■ Exercise goal
From the listing below, pull out the lines that hold "also".

■ Stored data
-*-*-

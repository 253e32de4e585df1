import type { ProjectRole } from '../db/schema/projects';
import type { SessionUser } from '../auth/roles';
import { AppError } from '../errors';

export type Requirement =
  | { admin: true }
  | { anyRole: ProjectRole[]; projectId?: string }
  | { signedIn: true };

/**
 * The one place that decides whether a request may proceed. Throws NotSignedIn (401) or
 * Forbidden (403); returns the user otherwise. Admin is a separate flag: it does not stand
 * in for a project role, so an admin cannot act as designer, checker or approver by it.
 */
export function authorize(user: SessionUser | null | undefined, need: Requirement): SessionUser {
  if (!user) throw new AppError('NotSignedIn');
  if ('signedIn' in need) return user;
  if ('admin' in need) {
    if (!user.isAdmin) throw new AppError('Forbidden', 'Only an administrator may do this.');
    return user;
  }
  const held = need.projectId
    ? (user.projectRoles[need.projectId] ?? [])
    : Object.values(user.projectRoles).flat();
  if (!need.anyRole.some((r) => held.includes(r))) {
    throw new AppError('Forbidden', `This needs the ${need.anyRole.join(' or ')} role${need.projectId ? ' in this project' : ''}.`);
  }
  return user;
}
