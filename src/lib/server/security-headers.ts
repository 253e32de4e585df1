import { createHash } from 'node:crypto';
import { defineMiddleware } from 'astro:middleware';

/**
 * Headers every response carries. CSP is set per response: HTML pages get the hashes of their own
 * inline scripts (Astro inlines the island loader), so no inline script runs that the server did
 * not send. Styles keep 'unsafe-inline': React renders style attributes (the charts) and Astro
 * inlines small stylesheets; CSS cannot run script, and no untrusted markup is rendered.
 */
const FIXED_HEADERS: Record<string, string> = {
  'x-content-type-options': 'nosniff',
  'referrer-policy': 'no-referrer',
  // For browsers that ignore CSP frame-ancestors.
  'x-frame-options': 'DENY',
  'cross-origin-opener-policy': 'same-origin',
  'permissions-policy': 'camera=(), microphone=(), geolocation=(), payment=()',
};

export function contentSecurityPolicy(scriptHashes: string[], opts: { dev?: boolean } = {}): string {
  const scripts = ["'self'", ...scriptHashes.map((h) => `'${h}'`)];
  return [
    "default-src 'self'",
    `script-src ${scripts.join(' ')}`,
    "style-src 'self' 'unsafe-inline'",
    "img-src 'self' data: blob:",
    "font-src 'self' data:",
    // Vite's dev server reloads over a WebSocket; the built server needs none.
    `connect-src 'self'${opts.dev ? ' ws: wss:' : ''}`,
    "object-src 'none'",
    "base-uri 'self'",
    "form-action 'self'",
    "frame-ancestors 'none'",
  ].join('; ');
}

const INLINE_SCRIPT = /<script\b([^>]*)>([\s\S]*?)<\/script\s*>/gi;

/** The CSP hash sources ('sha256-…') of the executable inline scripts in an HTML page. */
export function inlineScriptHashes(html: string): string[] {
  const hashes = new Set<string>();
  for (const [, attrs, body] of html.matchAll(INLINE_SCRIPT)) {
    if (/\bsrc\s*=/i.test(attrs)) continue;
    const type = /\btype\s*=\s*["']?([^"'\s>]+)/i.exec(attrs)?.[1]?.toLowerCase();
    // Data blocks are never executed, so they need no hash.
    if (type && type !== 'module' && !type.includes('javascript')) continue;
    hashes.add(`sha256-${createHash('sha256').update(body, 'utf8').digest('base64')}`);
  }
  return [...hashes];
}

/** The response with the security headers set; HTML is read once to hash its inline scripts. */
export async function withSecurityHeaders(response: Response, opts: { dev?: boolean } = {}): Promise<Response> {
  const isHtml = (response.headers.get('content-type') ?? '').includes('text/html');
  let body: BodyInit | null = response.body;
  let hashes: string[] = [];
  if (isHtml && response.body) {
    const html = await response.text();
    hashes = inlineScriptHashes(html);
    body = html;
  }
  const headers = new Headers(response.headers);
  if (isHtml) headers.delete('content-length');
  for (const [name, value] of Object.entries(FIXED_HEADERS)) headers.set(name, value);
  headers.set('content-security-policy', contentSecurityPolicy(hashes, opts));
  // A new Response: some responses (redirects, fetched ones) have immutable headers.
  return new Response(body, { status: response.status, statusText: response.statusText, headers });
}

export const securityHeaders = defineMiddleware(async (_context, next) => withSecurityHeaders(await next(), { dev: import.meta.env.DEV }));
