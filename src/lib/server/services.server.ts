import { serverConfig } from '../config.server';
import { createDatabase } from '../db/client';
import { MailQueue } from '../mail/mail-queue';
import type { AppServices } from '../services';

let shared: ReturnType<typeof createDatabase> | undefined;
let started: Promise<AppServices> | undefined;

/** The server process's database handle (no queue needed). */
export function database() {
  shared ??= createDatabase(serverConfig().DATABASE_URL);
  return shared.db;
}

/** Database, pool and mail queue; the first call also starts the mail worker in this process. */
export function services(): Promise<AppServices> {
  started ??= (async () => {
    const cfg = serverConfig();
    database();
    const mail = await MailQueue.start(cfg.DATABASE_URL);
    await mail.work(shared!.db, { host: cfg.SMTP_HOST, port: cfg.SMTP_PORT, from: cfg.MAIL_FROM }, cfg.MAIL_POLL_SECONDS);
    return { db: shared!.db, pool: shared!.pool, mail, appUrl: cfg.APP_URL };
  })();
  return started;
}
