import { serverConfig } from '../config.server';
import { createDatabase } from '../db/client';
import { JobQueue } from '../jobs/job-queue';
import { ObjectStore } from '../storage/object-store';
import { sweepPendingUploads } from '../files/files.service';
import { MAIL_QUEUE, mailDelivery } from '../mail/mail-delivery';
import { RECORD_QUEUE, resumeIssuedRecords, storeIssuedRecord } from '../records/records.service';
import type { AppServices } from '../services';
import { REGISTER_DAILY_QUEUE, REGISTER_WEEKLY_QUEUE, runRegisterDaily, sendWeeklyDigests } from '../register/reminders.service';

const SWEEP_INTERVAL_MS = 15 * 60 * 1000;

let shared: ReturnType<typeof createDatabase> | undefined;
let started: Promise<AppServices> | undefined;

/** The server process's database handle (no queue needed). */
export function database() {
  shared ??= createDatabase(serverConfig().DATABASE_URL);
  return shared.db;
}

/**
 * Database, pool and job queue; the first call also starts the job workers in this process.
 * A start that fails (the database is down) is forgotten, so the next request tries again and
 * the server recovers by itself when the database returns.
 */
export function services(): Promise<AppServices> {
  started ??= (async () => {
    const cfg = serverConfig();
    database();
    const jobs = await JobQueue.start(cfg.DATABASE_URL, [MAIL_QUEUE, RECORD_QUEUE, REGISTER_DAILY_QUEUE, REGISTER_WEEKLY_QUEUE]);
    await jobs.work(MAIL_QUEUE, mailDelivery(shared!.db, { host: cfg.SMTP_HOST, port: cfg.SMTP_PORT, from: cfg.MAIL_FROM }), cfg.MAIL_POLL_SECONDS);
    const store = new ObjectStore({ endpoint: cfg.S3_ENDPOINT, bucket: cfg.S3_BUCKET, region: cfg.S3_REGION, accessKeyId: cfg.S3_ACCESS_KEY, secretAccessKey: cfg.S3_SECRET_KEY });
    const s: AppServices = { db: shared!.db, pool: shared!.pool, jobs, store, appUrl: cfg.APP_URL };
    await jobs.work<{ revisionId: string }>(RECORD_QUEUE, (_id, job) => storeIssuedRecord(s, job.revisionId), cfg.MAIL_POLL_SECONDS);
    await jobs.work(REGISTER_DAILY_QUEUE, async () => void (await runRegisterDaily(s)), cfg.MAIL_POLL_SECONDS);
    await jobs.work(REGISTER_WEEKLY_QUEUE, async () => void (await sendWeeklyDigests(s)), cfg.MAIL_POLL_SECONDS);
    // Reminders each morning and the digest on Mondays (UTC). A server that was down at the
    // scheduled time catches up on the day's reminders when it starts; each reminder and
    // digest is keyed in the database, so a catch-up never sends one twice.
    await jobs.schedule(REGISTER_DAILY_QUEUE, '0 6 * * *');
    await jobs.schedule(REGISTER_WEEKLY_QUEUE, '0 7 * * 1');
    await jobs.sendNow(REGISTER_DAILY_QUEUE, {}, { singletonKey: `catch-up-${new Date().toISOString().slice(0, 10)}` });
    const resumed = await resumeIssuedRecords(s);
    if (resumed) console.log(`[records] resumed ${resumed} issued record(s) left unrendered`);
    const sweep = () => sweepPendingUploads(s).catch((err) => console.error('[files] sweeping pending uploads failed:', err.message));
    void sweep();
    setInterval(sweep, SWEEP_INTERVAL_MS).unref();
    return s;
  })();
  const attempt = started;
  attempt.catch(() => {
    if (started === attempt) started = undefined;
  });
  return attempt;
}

-*-*-

■ Result of this task
/** Database, pool and mail queue; the first call also starts the mail worker in this process. */
 * Database, pool and job queue; the first call also starts the job workers in this process.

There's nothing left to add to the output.